[Prompt] Of all the lines below, output only those starting at the one with "readonly ok: false" and ending at the one with "last digits. */", both ends included, exactly as written.

[Materials provided]
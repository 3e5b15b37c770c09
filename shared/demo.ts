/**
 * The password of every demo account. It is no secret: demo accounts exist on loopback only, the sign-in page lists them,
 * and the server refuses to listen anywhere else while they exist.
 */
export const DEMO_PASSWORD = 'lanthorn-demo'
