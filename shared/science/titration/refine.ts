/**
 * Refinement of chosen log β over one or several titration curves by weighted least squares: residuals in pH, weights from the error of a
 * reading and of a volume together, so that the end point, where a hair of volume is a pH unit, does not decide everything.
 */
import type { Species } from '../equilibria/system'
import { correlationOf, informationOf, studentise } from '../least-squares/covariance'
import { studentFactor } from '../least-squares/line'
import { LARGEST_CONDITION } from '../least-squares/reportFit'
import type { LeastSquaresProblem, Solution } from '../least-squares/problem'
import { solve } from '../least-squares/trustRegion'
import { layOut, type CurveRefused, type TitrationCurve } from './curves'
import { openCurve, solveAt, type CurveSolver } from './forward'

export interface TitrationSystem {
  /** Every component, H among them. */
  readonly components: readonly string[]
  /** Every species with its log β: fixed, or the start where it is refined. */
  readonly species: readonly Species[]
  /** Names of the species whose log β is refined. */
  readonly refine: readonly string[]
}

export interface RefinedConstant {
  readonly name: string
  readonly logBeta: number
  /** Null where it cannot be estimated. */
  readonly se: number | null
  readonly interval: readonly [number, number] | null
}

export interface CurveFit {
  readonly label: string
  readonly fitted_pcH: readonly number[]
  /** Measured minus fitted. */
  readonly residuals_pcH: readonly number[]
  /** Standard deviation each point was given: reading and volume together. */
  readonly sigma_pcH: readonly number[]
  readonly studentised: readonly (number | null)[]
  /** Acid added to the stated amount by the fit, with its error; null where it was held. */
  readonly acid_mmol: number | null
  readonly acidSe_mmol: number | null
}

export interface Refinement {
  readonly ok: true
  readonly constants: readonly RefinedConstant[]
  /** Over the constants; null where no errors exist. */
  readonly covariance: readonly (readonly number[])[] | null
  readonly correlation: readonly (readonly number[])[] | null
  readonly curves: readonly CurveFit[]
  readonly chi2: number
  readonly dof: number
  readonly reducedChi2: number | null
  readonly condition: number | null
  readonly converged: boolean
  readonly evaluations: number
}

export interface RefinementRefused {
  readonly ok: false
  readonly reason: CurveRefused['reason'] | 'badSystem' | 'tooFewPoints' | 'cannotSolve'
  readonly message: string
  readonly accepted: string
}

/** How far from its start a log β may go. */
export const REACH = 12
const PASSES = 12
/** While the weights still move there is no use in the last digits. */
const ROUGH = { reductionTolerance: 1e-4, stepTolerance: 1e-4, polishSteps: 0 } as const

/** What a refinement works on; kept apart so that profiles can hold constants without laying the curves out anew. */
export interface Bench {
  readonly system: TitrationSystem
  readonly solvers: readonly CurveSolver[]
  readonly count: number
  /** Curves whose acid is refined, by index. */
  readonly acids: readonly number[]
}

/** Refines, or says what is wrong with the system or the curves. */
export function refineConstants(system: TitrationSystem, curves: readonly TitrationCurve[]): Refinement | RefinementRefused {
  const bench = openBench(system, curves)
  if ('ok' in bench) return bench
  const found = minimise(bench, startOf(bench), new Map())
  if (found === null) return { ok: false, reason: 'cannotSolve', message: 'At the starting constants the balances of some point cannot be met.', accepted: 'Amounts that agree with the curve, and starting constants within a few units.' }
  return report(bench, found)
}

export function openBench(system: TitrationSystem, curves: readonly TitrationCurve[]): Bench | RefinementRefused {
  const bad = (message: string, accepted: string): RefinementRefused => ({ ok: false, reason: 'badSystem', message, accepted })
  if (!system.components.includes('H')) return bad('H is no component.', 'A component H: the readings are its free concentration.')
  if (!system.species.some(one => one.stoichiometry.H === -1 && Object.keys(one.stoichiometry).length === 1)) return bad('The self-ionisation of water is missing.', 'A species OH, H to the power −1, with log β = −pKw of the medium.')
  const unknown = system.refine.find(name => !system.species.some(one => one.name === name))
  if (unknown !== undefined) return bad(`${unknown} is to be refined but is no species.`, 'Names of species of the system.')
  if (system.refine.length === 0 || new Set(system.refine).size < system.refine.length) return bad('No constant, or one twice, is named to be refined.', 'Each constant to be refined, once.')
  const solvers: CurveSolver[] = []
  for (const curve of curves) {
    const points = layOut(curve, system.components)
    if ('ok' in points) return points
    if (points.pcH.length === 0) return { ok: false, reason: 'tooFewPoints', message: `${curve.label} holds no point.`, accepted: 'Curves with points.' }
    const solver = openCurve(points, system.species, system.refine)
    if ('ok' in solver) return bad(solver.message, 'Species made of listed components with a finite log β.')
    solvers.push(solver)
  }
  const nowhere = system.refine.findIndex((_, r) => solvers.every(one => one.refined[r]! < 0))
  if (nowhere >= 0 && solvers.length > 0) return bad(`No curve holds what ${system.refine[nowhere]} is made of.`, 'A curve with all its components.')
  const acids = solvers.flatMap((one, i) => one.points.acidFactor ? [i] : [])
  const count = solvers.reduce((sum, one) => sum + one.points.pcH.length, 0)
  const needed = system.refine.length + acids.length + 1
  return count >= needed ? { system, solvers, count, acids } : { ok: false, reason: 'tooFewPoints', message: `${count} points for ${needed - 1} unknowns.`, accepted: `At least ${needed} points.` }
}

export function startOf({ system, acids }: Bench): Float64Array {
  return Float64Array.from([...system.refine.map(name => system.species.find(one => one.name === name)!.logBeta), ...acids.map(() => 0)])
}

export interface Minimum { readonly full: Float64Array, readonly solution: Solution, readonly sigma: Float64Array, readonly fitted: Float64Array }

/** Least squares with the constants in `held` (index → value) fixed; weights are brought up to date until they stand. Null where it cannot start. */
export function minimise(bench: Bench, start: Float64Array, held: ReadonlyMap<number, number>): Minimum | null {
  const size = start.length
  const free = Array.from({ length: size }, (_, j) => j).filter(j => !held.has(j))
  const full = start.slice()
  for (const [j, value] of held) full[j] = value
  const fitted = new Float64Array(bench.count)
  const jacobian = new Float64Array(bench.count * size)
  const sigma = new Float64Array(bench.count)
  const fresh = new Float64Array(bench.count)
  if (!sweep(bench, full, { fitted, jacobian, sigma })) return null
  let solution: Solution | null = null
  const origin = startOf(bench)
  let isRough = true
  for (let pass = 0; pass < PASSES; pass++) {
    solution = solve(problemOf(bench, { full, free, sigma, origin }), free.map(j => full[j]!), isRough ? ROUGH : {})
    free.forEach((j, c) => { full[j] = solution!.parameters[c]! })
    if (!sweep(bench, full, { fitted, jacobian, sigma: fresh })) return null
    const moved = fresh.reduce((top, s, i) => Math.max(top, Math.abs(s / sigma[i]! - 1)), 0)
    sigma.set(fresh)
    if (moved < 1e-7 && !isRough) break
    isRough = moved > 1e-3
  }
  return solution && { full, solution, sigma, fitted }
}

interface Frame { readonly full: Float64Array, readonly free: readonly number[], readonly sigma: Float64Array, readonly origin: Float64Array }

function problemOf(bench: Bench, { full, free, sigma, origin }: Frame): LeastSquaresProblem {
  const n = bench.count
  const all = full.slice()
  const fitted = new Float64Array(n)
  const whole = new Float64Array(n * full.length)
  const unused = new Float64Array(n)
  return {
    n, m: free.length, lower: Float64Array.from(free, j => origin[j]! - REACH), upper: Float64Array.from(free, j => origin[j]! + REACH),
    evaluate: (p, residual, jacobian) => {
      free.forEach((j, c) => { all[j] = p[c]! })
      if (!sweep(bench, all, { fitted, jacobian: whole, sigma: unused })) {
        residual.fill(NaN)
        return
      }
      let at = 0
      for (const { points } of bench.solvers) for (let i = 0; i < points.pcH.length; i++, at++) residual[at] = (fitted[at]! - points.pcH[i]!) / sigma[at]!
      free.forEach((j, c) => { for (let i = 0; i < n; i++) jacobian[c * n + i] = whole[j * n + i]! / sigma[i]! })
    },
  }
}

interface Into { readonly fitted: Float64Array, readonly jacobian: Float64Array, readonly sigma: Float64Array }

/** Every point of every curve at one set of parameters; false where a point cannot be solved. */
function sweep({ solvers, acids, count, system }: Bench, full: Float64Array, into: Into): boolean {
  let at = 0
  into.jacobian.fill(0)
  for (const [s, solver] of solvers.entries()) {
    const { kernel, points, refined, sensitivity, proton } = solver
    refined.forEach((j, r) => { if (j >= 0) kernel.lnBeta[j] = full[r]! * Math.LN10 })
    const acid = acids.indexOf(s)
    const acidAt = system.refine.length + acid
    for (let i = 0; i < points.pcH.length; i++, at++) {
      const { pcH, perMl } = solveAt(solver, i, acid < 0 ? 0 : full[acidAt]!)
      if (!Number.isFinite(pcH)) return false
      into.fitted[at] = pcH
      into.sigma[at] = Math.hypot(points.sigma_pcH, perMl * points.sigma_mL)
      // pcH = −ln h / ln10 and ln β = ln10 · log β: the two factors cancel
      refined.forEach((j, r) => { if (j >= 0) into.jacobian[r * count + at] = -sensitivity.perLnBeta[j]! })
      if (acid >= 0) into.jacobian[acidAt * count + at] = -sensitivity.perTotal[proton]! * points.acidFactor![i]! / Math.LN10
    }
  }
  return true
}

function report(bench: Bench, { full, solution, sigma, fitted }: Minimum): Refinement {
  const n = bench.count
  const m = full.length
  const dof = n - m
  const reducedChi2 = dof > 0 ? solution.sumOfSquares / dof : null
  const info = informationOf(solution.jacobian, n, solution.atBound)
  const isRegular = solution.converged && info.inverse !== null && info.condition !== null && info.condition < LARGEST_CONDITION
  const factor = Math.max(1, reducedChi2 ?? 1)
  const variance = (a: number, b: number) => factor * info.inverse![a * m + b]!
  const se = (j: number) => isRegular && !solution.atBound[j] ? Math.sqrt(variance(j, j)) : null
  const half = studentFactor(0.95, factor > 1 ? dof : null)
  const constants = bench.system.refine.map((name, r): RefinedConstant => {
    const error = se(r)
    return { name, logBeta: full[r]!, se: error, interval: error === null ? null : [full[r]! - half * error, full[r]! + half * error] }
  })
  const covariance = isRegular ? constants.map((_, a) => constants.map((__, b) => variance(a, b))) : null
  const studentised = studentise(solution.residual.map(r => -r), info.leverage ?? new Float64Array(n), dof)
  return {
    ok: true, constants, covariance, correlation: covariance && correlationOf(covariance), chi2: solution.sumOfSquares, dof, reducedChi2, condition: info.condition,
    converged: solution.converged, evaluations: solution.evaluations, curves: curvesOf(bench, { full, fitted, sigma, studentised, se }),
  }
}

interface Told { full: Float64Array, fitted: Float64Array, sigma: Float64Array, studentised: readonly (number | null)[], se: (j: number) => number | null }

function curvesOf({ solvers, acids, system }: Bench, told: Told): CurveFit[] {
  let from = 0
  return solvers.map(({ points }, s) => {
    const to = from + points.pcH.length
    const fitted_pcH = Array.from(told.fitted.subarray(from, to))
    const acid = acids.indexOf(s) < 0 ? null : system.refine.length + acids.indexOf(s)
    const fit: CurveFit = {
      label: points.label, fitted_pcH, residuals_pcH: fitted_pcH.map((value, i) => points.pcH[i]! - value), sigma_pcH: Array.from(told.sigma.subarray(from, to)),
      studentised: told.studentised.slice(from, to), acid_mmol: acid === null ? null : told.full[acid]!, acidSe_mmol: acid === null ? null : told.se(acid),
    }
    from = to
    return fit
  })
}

[Completed exercise]
  readonly ok: false
  readonly reason: CurveRefused['reason'] | 'badSystem' | 'tooFewPoints' | 'cannotSolve'
  readonly message: string
  readonly accepted: string
}

/** How far from its start a log β may go. */
export const REACH = 12
const PASSES = 12
/** While the weights still move there is no use in the last digits. */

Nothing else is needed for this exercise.